_YOUR GOAL:_ If a line in the entries below includes "labelX", show that line.

_ENTRIES PROVIDED:_
........

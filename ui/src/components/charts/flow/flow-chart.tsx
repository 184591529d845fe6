import { useId } from 'react';
import { formatWithUnit } from '../../../lib/format';
import { useElementWidth } from '../use-element-width';
import styles from './flow-chart.module.css';
import { canFlow, type FlowBranch, flowLayout, type FlowPart } from './layout';

export interface FlowChartPart extends FlowPart {
  tone: 'strong' | 'pale';
}

interface FlowChartProps {
  /** The whole chart in one sentence, for everybody. */
  sentence: string;
  totalLabel: string;
  total: number;
  unit: string;
  decimals: number;
  parts: readonly FlowChartPart[];
}

const HEIGHT = 176;
const NARROW = 420;

/** What goes in at the left, where it goes at the right; widths are amounts, labels stand beside the bars on paper. */
export function FlowChart({ sentence, totalLabel, total, unit, decimals, parts }: FlowChartProps) {
  const sentenceId = useId();
  const [frame, width] = useElementWidth();
  const amount = (value: number) => formatWithUnit(value, decimals, unit);
  if (!canFlow(total, parts)) {
    return (
      <p className={styles.sentence}>
        {sentence} The picture is left out: a part of it is below zero or nothing was fed.
      </p>
    );
  }
  const labelWidth = width < NARROW ? 132 : 200;
  const layout = flowLayout({ total, parts, width, height: HEIGHT, labelWidth });
  const tones = new Map(parts.map((part) => [part.id, part.tone]));
  return (
    <figure className={styles.figure}>
      <figcaption id={sentenceId} className={styles.sentence}>
        {sentence}
      </figcaption>
      <p className={styles.total} aria-hidden="true">
        {totalLabel} <strong>{amount(total)}</strong>
      </p>
      <div ref={frame}>
        <svg width={width} height={HEIGHT} role="img" aria-labelledby={sentenceId}>
          {layout.branches.map((branch) => (
            <Branch
              key={branch.id}
              branch={branch}
              tone={tones.get(branch.id) ?? 'pale'}
              words={amount(branch.amount)}
            />
          ))}
          <rect className={styles.source} {...layout.total} />
        </svg>
      </div>
    </figure>
  );
}

function Branch({ branch, tone, words }: { branch: FlowBranch; tone: 'strong' | 'pale'; words: string }) {
  const { bar, labelY, label, ribbonPath, sharePct } = branch;
  const labelX = bar.x + bar.width + 8;
  return (
    <g className={tone === 'strong' ? styles.strong : styles.pale}>
      <path className={styles.ribbon} d={ribbonPath} />
      <rect className={styles.bar} {...bar} />
      <text className={styles.label} x={labelX} y={labelY - 4}>
        {label}
      </text>
      <text className={styles.value} x={labelX} y={labelY + 14}>
        {words}, {Math.round(sharePct)} %
      </text>
    </g>
  );
}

........

_ANSWER BELOW:_
  const labelX = bar.x + bar.width + 8;
      <text className={styles.label} x={labelX} y={labelY - 4}>
      <text className={styles.value} x={labelX} y={labelY + 14}>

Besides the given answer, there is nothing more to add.